About this task: Going down the listing below, print exactly each line from the one with "scanRange's bit for bit." up to and including the one with "path reads them.", and skip the rest.

The records:
··········

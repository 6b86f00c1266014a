/**
 * The byte engine's rows read through the row kernel (rowKernel.ts), chunk by chunk: the numbers,
 * field counts and date digits of the simple rows come from the kernel, and every row the kernel
 * flagged (and the open last row) is read by the grid's JavaScript reader, in row order, so that the
 * result is that reader's bit for bit.
 */
import type { StampScan } from "../values/dateStamps.js";
import type { GridBytes } from "./byteWindow.js";
import type { KernelChunk, RowKernel } from "./rowKernel.js";

/**
 * What readRows carries from row to row (and between the kernel and scanRange): whether every date
 * so far is a plain stamp (see scanStamp), the previous date's month and the column's form.
 */
export interface RowScan extends StampScan {
  plain: boolean;
  /** Or of UNPLAIN over the bytes read. */
  unplain: number;
  readonly withNaN: boolean[];
}

/**
 * Where readRows writes row k's numbers and what else it learns: out[slot][k] for the fields that
 * `slots` maps to an output (-1: not read), counts[k] its field count, dateKeys[k] the key of its date
 * (field dateIndex).
 */
export interface RowTargets {
  readonly slots: Int32Array;
  readonly out: readonly Float64Array[];
  readonly counts: Int32Array;
  readonly dateIndex: number;
  readonly dateKeys: Float64Array;
}

/** What the kernel path needs of a byte grid: its rows, its delimiter, and its JavaScript reader. */
export interface RowRanges {
  readonly starts: Int32Array;
  /** The last row ends at the end of the bytes (no line feed). */
  readonly openEnd: boolean;
  /** The delimiter's byte. */
  readonly d: number;
  /** Rows first + [from, to), read in JavaScript, continuing `state`. */
  scanRange(first: number, from: number, to: number, targets: RowTargets, state: RowScan): void;
}

/**
 * readRows through the row kernel (rowKernel.ts), chunk by chunk: the numbers, field counts and
 * date keys of the simple rows come from the kernel (formed as scanStamp forms them, with the
 * column's form carried from chunk to chunk), and every row the kernel flagged (and the open last row) is read by
 * scanRange, in row order, so that the result is scanRange's bit for bit.
 */
export function kernelRange(
  grid: RowRanges,
  kernel: RowKernel,
  base: number,
  chunk: number,
  first: number,
  count: number,
  targets: RowTargets,
  state: RowScan,
): void {
  const { slots, out, counts, dateIndex, dateKeys } = targets;
  const lastRow = grid.openEnd ? grid.starts.length - 2 : -1;
  for (let k0 = 0; k0 < count; k0 += chunk) {
    const k1 = Math.min(count, k0 + chunk);
    const kEnd = lastRow >= first + k0 && lastRow < first + k1 ? lastRow - first : k1;
    if (kEnd > k0) {
      const read = kernel.scan(base, grid.starts, first + k0, first + kEnd, slots, out.length, grid.d, dateIndex, state.form);
      out.forEach((values, slot) => values.set(read.values(slot), k0));
      counts.set(read.counts, k0);
      if (state.plain) dateKeys.set(read.keys, k0);
      // A date that is no date, a stamp of another form than the column's: the text path reads them.
      if (read.badDate) state.plain = false;
      state.form = read.form;
      if (read.flagged > 0) settleFlagged(grid, read, kernel, base, first, k0, kEnd, targets, state);
    }
    if (kEnd < k1) grid.scanRange(first, kEnd, k1, targets, state);
  }
}

/**
 * kernelRange when the bytes are a window onto the file (byteWindow.ts): groups of at most `chunk`
 * rows whose bytes fit in the window (one row at least, for which the window grows), each read by
 * the kernel where the window holds it.
 */
export function windowRange(
  grid: RowRanges,
  bytes: GridBytes,
  chunk: number,
  first: number,
  count: number,
  targets: RowTargets,
  state: RowScan,
): void {
  const { starts } = grid;
  const { size, span } = bytes;
  for (let g0 = 0; g0 < count; ) {
    const from = starts[first + g0] as number;
    // The most rows (up to a chunk) that end within the window's span from the group's start.
    let low = g0 + 1;
    let high = Math.min(count, g0 + chunk);
    while (low < high) {
      const middle = (low + high + 1) >> 1;
      if (Math.min(size, starts[first + middle] as number) - from <= span) low = middle;
      else high = middle - 1;
    }
    const g1 = low;
    bytes.reach(from, Math.min(size, starts[first + g1] as number));
    const kernel = bytes.kernel();
    const part = (values: Float64Array): Float64Array => values.subarray(g0, g1);
    if (kernel === null) grid.scanRange(first, g0, g1, targets, state);
    else {
      const { out, counts, dateKeys } = targets;
      const partTargets = { ...targets, out: out.map(part), counts: counts.subarray(g0, g1), dateKeys: part(dateKeys) };
      kernelRange(grid, kernel.kernel, kernel.base, chunk, first + g0, g1 - g0, partTargets, state);
    }
    g0 = g1;
  }
}

/**
 * The flagged rows of a kernel chunk (rows k0 .. kEnd - 1): flag 1, read here (scanRange writes
 * only what it reads, so what the kernel left for the row is cleared first); flag 2, the long
 * numbers (NaN) parsed from their spans, as scanDecimal hands them to parseDecimal (their bytes
 * are digits, signs and points, so plain).
 */
function settleFlagged(
  grid: RowRanges,
  read: KernelChunk,
  kernel: RowKernel,
  base: number,
  first: number,
  k0: number,
  kEnd: number,
  targets: RowTargets,
  state: RowScan,
): void {
  const { out, dateKeys } = targets;
  const { flags } = read;
  const spans = out.map((_, slot) => read.spans(slot));
  // The chunk's text, made once when a long number needs it: substrings of it are cheap.
  const textFrom = base + (grid.starts[first + k0] as number);
  let text: string | null = null;
  for (let k = k0; k < kEnd; k++) {
    const flag = flags[k - k0] as number;
    if (flag === 1) {
      for (const values of out) values[k] = 0;
      dateKeys[k] = 0;
      grid.scanRange(first, k, k + 1, targets, state);
    } else if (flag === 2) {
      for (let slot = 0; slot < out.length; slot++) {
        const values = out[slot] as Float64Array;
        if (!Number.isNaN(values[k] as number)) continue;
        const span = spans[slot] as Int32Array;
        const from = span[2 * (k - k0)] as number;
        const to = span[2 * (k - k0) + 1] as number;
        // The kernel checked the syntax ([+-]digits[.digits]), so parseDecimal is Number here.
        text ??= kernel.text(textFrom, base + (grid.starts[first + kEnd] as number));
        const value = Number(text.substring(from - textFrom, to - textFrom));
        if (Number.isFinite(value)) values[k] = value;
        else {
          values[k] = Number.NaN;
          state.withNaN[slot] = true;
        }
      }
    }
  }
}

··········

Completed task:
 * scanRange, in row order, so that the result is scanRange's bit for bit.
 */
export function kernelRange(
  grid: RowRanges,
  kernel: RowKernel,
  base: number,
  chunk: number,
  first: number,
  count: number,
  targets: RowTargets,
  state: RowScan,
): void {
  const { slots, out, counts, dateIndex, dateKeys } = targets;
  const lastRow = grid.openEnd ? grid.starts.length - 2 : -1;
  for (let k0 = 0; k0 < count; k0 += chunk) {
    const k1 = Math.min(count, k0 + chunk);
    const kEnd = lastRow >= first + k0 && lastRow < first + k1 ? lastRow - first : k1;
    if (kEnd > k0) {
      const read = kernel.scan(base, grid.starts, first + k0, first + kEnd, slots, out.length, grid.d, dateIndex, state.form);
      out.forEach((values, slot) => values.set(read.values(slot), k0));
      counts.set(read.counts, k0);
      if (state.plain) dateKeys.set(read.keys, k0);
      // A date that is no date, a stamp of another form than the column's: the text path reads them.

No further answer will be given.